Modern Irrigation: We track a handful of metrics. Some of them are constants e.g. the pricing rate of energy. There are data points such as pump operational hours that are logged in tabular form. All of this information can be spun with a spreadsheet yielding useful intel.

Recall a previous post on scientific irrigation? It made reference to how much moisture a plant needs to maximize the photosynthetic process and thus crop harvest yield. Too much water is a waste and not enough is detrimental. The task then is to compute how much water are we putting down.

A first thing to understand is the concept of irrigation sets. Each of the vertical bars indicates a set. Think of an irrigator person adjusting or setting the flow so that he can leave for a few hours or attend to other jobs. (He needs to do this precisely because if the flow is too high then flooding occurs) The month of June requires a lot of water. It’s a vigorous growth period. Here you can see that the irrigation set can last for multiple days and extend into a 24hr interval.

Were’d this data come from? In times previous the reporting was scattered and usually furnished in an end of month statement summary. For example the utility company would tell us the energy total for the month and at the end of the period a field hand would read a flowage meter and pass along a reading. Knowing the previous months reading we could find the difference and figure out a total. Bare bones basic and lacking any detail, right? Did I mention that the report dates rarely coincide.

These days, we have smart meters and telemetry that will allow us near real time data collection. A side effect is that the quantity of data can become immense and we’re back to square one trying to make sense of it.

Gathering the data is a first challenge. It comes from scraping an online file and of course it is in a format that doesn’t present in any concise way.

This is just a snippet. It has 3,500 rows and that is just for half the year and only one of the wells! So next step is to fold, spindle or mutilate that raw data to give it meaning.

Observe that each row is a  00 :15 minute window. A daily output however is sufficient granularity. Further we need to convert the energy usage for presentation in layman’s terms. We want to know for how many hours the pump motors ran, on what days, and what proportional share of energy they each used to move “x” amount of water.

“X” amount of water: As said, the water flow meter is our primary tool but only a monthly itemization. There are some known constants that will break this down into a daily amount. We know the pumping capacity based on recent testing and now that we have the daily usage (above) we can formulate the output. More variables and constants and arithmetic that we use:

• output in GPM is 1,792 and when multiplied by 60 converts to gallons/hour
• 32,585 gallons == 1 acre foot (an old school agricultural unit of measure)
• divide 32,585 by our gallons per hour determines how many hours of pumping
• energy consumption rate expressed in kWh is 169
• multiply hours of pumping times 169 to find energy per acre foot
• cost of energy is $0.19 per kWh
• multiply cost x energy results in cost per acre foot
• 1 acre foot x 12 converts to acre inches
• acre inches divided by 220.62 gives us inches of water applied

You get the idea. We can discover all kinds of things; cost per hour, which well and pump delivers the water for less, etc.
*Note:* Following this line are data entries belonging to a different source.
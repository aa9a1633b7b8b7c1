//! `turbid sweep`: expansion into runs, its error messages, and the local
//! pool (end to end, a failed run, a killed and restarted sweep).

mod common;

use common::*;
use std::path::Path;
use std::time::{Duration, Instant};

const GRID: &str = r#"sweep: 1
title: Tiny grid (invented)
base: base.yaml
grid:
  initial.loading: ["5 vol%", "15 vol%"]
  solids.0.size.single: ["80 µm", "98 µm"]
"#;

fn read(p: &Path) -> String {
    std::fs::read_to_string(p).unwrap_or_else(|e| panic!("{}: {e}", p.display()))
}

#[test]
fn expansion_is_numbered_deterministic_and_every_run_stands_alone() {
    let dir = temp_dir("sweep-expand");
    write(&dir.join("base.yaml"), &base(3000));
    write(
        &dir.join("s/grid.yaml"),
        &GRID.replace("base.yaml", "../base.yaml"),
    );
    // From two working directories: the runs do not depend on where it is called from.
    let a = run_in(&dir, &["sweep", "expand", "s/grid.yaml"]);
    assert!(a.status.success(), "{}", text(&a.stderr));
    let runs = dir.join("s/out/grid/runs");
    let first: Vec<String> = (1..=4)
        .map(|i| read(&runs.join(format!("run-000{i}.yaml"))))
        .collect();
    let b = run_in(&dir.join("s"), &["sweep", "expand", "grid.yaml"]);
    assert!(b.status.success(), "{}", text(&b.stderr));
    for (i, t) in first.iter().enumerate() {
        assert_eq!(t, &read(&runs.join(format!("run-000{}.yaml", i + 1))));
    }
    assert!(!runs.join("run-0005.yaml").exists());
    // Grid order: the last parameter varies fastest.
    let expect = [
        ("5 vol%", "80 µm"),
        ("5 vol%", "98 µm"),
        ("15 vol%", "80 µm"),
        ("15 vol%", "98 µm"),
    ];
    for (t, (l, d)) in first.iter().zip(expect) {
        assert!(t.contains(&format!("loading: {l}")), "{t}");
        assert!(t.contains(&format!("single: {d}")), "{t}");
        assert!(
            t.contains("output:\n  file: /"),
            "absolute output path:\n{t}"
        );
    }
    // Each run file is a complete scenario on its own.
    let check = run_in(
        &dir,
        &["check", runs.join("run-0003.yaml").to_str().unwrap()],
    );
    assert!(check.status.success(), "{}", text(&check.stderr));

    // Random samples: same seed, same values; more samples keep the first ones.
    let random = |n: u32| {
        format!(
            "sweep: 1\nbase: base.yaml\noutput_dir: out/r{n}\nrandom:\n  samples: {n}\n  seed: 42\n  parameters:\n    \
             initial.loading: {{ uniform: {{ low: \"5 vol%\", high: \"20 vol%\" }} }}\n    \
             solids.0.size.single: {{ log_normal: {{ median: \"98 µm\", geometric_sd: 1.2 }} }}\n    \
             run.seed: {{ uniform: {{ low: 1, high: 1000 }} }}\n"
        )
    };
    write(&dir.join("r3.yaml"), &random(3));
    write(&dir.join("r5.yaml"), &random(5));
    for f in ["r3.yaml", "r5.yaml"] {
        let o = run_in(&dir, &["sweep", "expand", f]);
        assert!(o.status.success(), "{}", text(&o.stderr));
    }
    let body = |t: &str| t.split_once("\n# Repeat").unwrap().1.to_string();
    for i in 1..=3 {
        let r3 = read(&dir.join(format!("out/r3/runs/run-000{i}.yaml")));
        let r5 = read(&dir.join(format!("out/r5/runs/run-000{i}.yaml")));
        assert_eq!(body(&r3).replace("/r3/", "/r5/"), body(&r5));
        // The unit is kept, and a whole number in the base stays whole.
        let loading = r3.lines().find(|l| l.contains("loading:")).unwrap();
        assert!(loading.ends_with(" vol%"), "{loading}");
        let seed = r3.lines().find(|l| l.contains("seed:")).unwrap();
        assert!(
            seed.trim()["seed: ".len()..].parse::<u64>().is_ok(),
            "{seed}"
        );
    }
    let r1 = read(&dir.join("out/r5/runs/run-0001.yaml"));
    let r2 = read(&dir.join("out/r5/runs/run-0002.yaml"));
    assert_ne!(body(&r1), body(&r2).replace("run-0002", "run-0001"));
    std::fs::remove_dir_all(&dir).ok();
}

#[test]
fn the_example_sweeps_expand_into_valid_runs() {
    let repo = Path::new(env!("CARGO_MANIFEST_DIR")).parent().unwrap();
    let dir = temp_dir("sweep-examples");
    // Copied, so that expanding writes nothing into the repository.
    for e in std::fs::read_dir(repo.join("scenarios")).unwrap() {
        let p = e.unwrap().path();
        if p.extension().is_some_and(|x| x == "yaml") {
            std::fs::copy(&p, dir.join(p.file_name().unwrap())).unwrap();
        }
    }
    let mut n = 0;
    for e in std::fs::read_dir(repo.join("scenarios/sweeps")).unwrap() {
        let p = e.unwrap().path();
        if p.extension().is_none_or(|x| x != "yaml") {
            continue;
        }
        let copy = dir.join("sweeps").join(p.file_name().unwrap());
        write(&copy, &read(&p));
        let o = run_in(&dir, &["sweep", "expand", copy.to_str().unwrap()]);
        assert!(o.status.success(), "{}: {}", p.display(), text(&o.stderr));
        assert!(text(&o.stdout).contains("all valid"), "{}", text(&o.stdout));
        n += 1;
    }
    assert!(n >= 1, "no example sweeps in scenarios/sweeps");
    std::fs::remove_dir_all(&dir).ok();
}

#[test]
fn expansion_errors_name_the_sweep_file_the_run_and_the_key() {
    let dir = temp_dir("sweep-errors");
    write(&dir.join("base.yaml"), &base(3000));
    let cases = [
        (
            // Run 3 asks for a loading above the packing limit (0.6).
            "grid:\n  solids.0.size.single: [\"80 µm\"]\n  initial.loading: [\"5 vol%\", \"10 vol%\", \"70 vol%\"]\n",
            // Line 6, column 42: the third item, `"70 vol%"`.
            vec![
                "bad.yaml:6:42: run 3, `initial.loading` = \"70 vol%\"",
                "nothing was run",
            ],
        ),
        (
            "grid:\n  intial.loading: [\"5 vol%\"]\n",
            vec![
                "bad.yaml:5:19: `grid.intial.loading`",
                "did you mean `initial`?",
            ],
        ),
        (
            "grid:\n  solids.1.size.single: [\"5 µm\"]\n",
            vec!["`grid.solids.1.size.single`", "has 1 item"],
        ),
        (
            "list:\n  initial.loading: [\"5 vol%\", \"6 vol%\"]\n  run.seed: [1, 2, 3]\n",
            vec![
                "`list.run.seed`",
                "has 3 values but `initial.loading` has 2",
            ],
        ),
        (
            "random:\n  samples: 2\n  seed: 1\n  parameters:\n    initial.loading: { uniform: { low: \"5 vol%\", high: \"20 g/L\" } }\n",
            vec!["`random.parameters.initial.loading`", "same unit"],
        ),
        (
            "gird:\n  run.seed: [1]\n",
            vec!["bad.yaml:4:1", "unknown field `gird`"],
        ),
        (
            "grid:\n  run.seed: [1]\nlist:\n  run.seed: [1]\n",
            vec!["exactly one of `grid`"],
        ),
        (
            // A varied value that makes another key wrong: named by the run.
            "list:\n  run.seed: [1, 2]\n  run.end_time: [\"2 min\", \"1 s\"]\n",
            vec![
                "bad.yaml: run 2 (run.seed = 2, run.end_time = \"1 s\"): ",
                "run-0002.yaml:",
                "`run.output_interval`: the output interval is longer than the run",
            ],
        ),
    ];
    for (vary, expected) in cases {
        let sweep = format!("sweep: 1\nbase: base.yaml\n# varied:\n{vary}");
        write(&dir.join("bad.yaml"), &sweep);
        let o = run_in(&dir, &["sweep", "run", "bad.yaml"]);
        let err = text(&o.stderr);
        assert_eq!(o.status.code(), Some(2), "{sweep}\n{err}");
        for e in expected {
            assert!(err.contains(e), "expected `{e}` for\n{sweep}\ngot:\n{err}");
        }
        assert!(!err.contains("panicked"), "{err}");
        // Nothing ran.
        assert!(!dir.join("out/bad/logs").exists(), "{err}");
    }
    // A problem of the base scenario itself is reported once, at the base.
    write(
        &dir.join("broken.yaml"),
        &base(3000).replace("column:", "colum:"),
    );
    write(
        &dir.join("bad.yaml"),
        "sweep: 1\nbase: broken.yaml\ngrid:\n  run.seed: [1, 2, 3]\n",
    );
    let o = run_in(&dir, &["sweep", "expand", "bad.yaml"]);
    let err = text(&o.stderr);
    assert_eq!(o.status.code(), Some(2), "{err}");
    // Line 10 holds the misspelt `colum:`.
    assert!(err.contains("broken.yaml:10:"), "{err}");
    assert!(err.contains("`vessel`: unknown variant `colum`"), "{err}");
    assert!(
        err.contains("in the base scenario of bad.yaml, so in every run"),
        "{err}"
    );
    assert!(err.contains("did you mean `column`?"), "{err}");
    assert_eq!(err.matches("error:").count(), 1, "{err}");
    std::fs::remove_dir_all(&dir).ok();
}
By studying the data we find how the wells are managed.

We had three wells: #1, #2, #3; oldest to newest. #1 has been retired from service (but could be recalled for emergency use).  Our irrigator has the ability to select between them. It was interesting to observe (from the data) his pattern (not that it made any sense 😉 The irrigation sets are managed by timer clock. It is typical that Well 2 will operate throughout the night — shutting off automatically at 06:45 when Well 3 is brought online. Both wells are rarely operated simultaneously even though we have that capability. Hmmm, answers lead to more questions sometimes.

More enlightenment: In September (2017) there was a system problem. The irrigator finally remedied but this telling data trend would have caught it. The recordation value of .08 is below par and the interval is unusual. This pattern repeats many times.  What is happening is that the motor is attempting an auto startup but failing in the attempt. Evidently the irrigator’s timing of his inspection rounds was such that he missed the momentary start|stop anomaly.  

Irrigation Old Time: The Irrigator is practically redundant. See how much we can do from the remote office? Still, we need someone to establish the Sets. I remember when the Irrigator carried and actually used a shovel. The long handle was convenient for leaning upon 😉 Rubber [Irrigator] boots, and a cowboy hat to block the hot sun completed the look. The Irrigator made his set and watched for water that was getting away or (more hopefully) about to… It was a learned procedure — kind of like the more meaningful methods of today.